This is a story full of potential trauma--a very ambitious one for a debut novel, even for an author who goes on to win numerous awards. I read to page 158 and could easily have kept going, but I felt the characters were relatively one-dimensional--Erica is super perfect, Serenity's religious, well-meaning grandparents are just that, her friends and classmates in school behave predictably like 8th-grade girls. Serenity slowly reveals the trauma surrounding her mom's death (presumably she'll have a major breakthrough in therapy by the time the book is over), but most of the time she functions as though it never happened, whereas her brother shows every sign of making the same bad decisions that plague the neighborhood boys and men. It's a good book, just not yet on the same level as Piecing me Together or Kheryn Callender's Hurricane Child.
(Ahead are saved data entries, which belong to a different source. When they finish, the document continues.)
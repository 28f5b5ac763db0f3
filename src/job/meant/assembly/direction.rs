//! Unit vectors, and which of them depend on others.

use crate::job::meant::Meaning;
use crate::job::written::Written;
use crate::job::written::assembly::direction::Direction;
use crate::job::written::assembly::entries::counted;
use crate::job::written::assembly::hold::AXES;
use crate::model::Spatial;

/// Of a unit vector less is nothing.
const NOTHING: f64 = 1e-9;

/// The unit vector along a vector, exact along an axis, and the vector's length; `None` where it
/// has none.
pub(super) fn unit(vector: Spatial<f64>) -> Option<(Spatial<f64>, f64)> {
    let largest = vector
        .iter()
        .fold(0.0, |most: f64, part| most.max(part.abs()));
    if largest == 0.0 {
        return None;
    }
    let scaled = vector.map(|part| part / largest);
    let length = dot(&scaled, &scaled).sqrt();
    Some((scaled.map(|part| part / length), largest * length))
}

/// The unit vector along an axis.
pub(super) fn axis(axis: usize) -> Spatial<f64> {
    let mut vector = [0.0; 3];
    vector[axis] = 1.0;
    vector
}

fn dot(a: &Spatial<f64>, b: &Spatial<f64>) -> f64 {
    a.iter().zip(b).map(|(a, b)| a * b).sum()
}

/// What directions span: as many unit vectors, at right angles.
#[derive(Debug, Clone, Copy, Default)]
pub(super) struct Basis {
    vectors: [Spatial<f64>; 3],
    count: usize,
}

impl Basis {
    pub(super) fn of(directions: &[Spatial<f64>]) -> Self {
        let mut basis = Basis::default();
        for direction in directions {
            basis.add(direction);
        }
        basis
    }

    /// Takes a unit vector in; `false` where it depends on those that are in.
    pub(super) fn add(&mut self, direction: &Spatial<f64>) -> bool {
        if self.count == 3 {
            return false;
        }
        match unit(self.rest(direction)) {
            Some((vector, length)) if length > NOTHING => {
                self.vectors[self.count] = vector;
                self.count += 1;
                true
            }
            _ => false,
        }
    }

    /// Whether a vector has a part across all that is spanned.
    pub(super) fn misses(&self, vector: Spatial<f64>) -> bool {
        let Some((direction, _)) = unit(vector) else {
            return false;
        };
        let rest = self.rest(&direction);
        dot(&rest, &rest).sqrt() > NOTHING
    }

    /// What a vector has across all that is spanned.
    fn rest(&self, vector: &Spatial<f64>) -> Spatial<f64> {
        let mut rest = *vector;
        for known in &self.vectors[..self.count] {
            let part = dot(&rest, known);
            for (rest, known) in rest.iter_mut().zip(known) {
                *rest -= part * known;
            }
        }
        rest
    }
}

impl Meaning<'_, '_> {
    /// The unit vector of a direction; reports one that the job's coordinates do not have.
    pub(super) fn direction(&mut self, written: &Written<Direction>) -> Option<Spatial<f64>> {
        let coordinates = self.space.coordinates?;
        match written.value {
            Direction::Axis { axis: along, .. } if along >= coordinates => {
                let message = format!("a job in {} has no `{}`", counted(coordinates), AXES[along]);
                let help = format!("its directions are `{}`", AXES[..coordinates].join("`, `"));
                self.r.problems.say(&written.place, message, help);
                None
            }
            Direction::Axis {
                axis: along,
                negative,
            } => {
                let sign = if negative == Some(true) { -1.0 } else { 1.0 };
                Some(axis(along).map(|part| part * sign + 0.0)) // no −0
            }
            Direction::Parts(parts) => {
                let parts = self.spatial(&parts, &written.place)?;
                unit(parts).map(|(direction, _)| direction)
            }
        }
    }

    /// The unit vectors of directions of which none depends on the others; `None` where one is at
    /// fault.
    pub(super) fn directions(
        &mut self,
        written: &[Written<Direction>],
    ) -> Option<Vec<Spatial<f64>>> {
        let mut basis = Basis::default();
        let mut directions = Vec::with_capacity(written.len().min(3));
        let mut sound = true;
        for one in written {
            let Some(direction) = self.direction(one) else {
                sound = false;
                continue;
            };
            if basis.add(&direction) {
                directions.push(direction);
            } else {
                let message = "this direction adds nothing to those before it";
                let help = "take it out; a hold that answers in them answers in it too";
                self.r.problems.say(&one.place, message, help);
                sound = false;
            }
        }
        sound.then_some(directions)
    }
}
The pastel-colored, cartoony cover reminds me of the Cupcake Diaries series; I much prefer the more realistic, more mature-looking portrait on the redesign, for a story that deals with much more serious topics. ( )
  reader1009 | Jul 3, 2021 |
So glad this got a new cover. This looks like upper-elementary sweetness and light, but it deals with some serious trauma. It's warm and engaging, though; I might give it to middle schoolers who need some bibliotherapy around issues of parental death or abuse or generally taking control of their own lives, but I can't imagine any kid who's okay reading about those issues wouldn't be caught up in it. Religion is shown as a strong support through difficult times, with realistic questioning of belief. There's a brief poetry exercise at the beginning of each chapter -- easy to gloss over if it's not your thing, but a good classroom connection for young writers. (The author is a poetry teacher.) ( )
  SamMusher | Sep 7, 2019 |
Moving story about coping with loss. ( )
  Sullywriter | Apr 3, 2013 |
This is not a sad book, but when I finished, I sure felt sad that a book with these themes needed to be written for kids who have been through similar trials and tribulations. Like the powerful book Pull by B. A. Binns, this is another book about a boy and a girl who must go live with their grandparents after the father kills the mother. Also as in Pull, the mother had been physically abused for some time, with the father assuring the male child that this is one of the ways in which “manhood” is demonstrated. Whereas Pull features teens a bit older, the two kids in What Momma Left Me are in the seventh and eighth grade. Also, the grandparents in this book are very involved in the church; in fact, the grandfather is the pastor of the Restoration Baptist Church. This book can probably be categorized as “Christian fiction.”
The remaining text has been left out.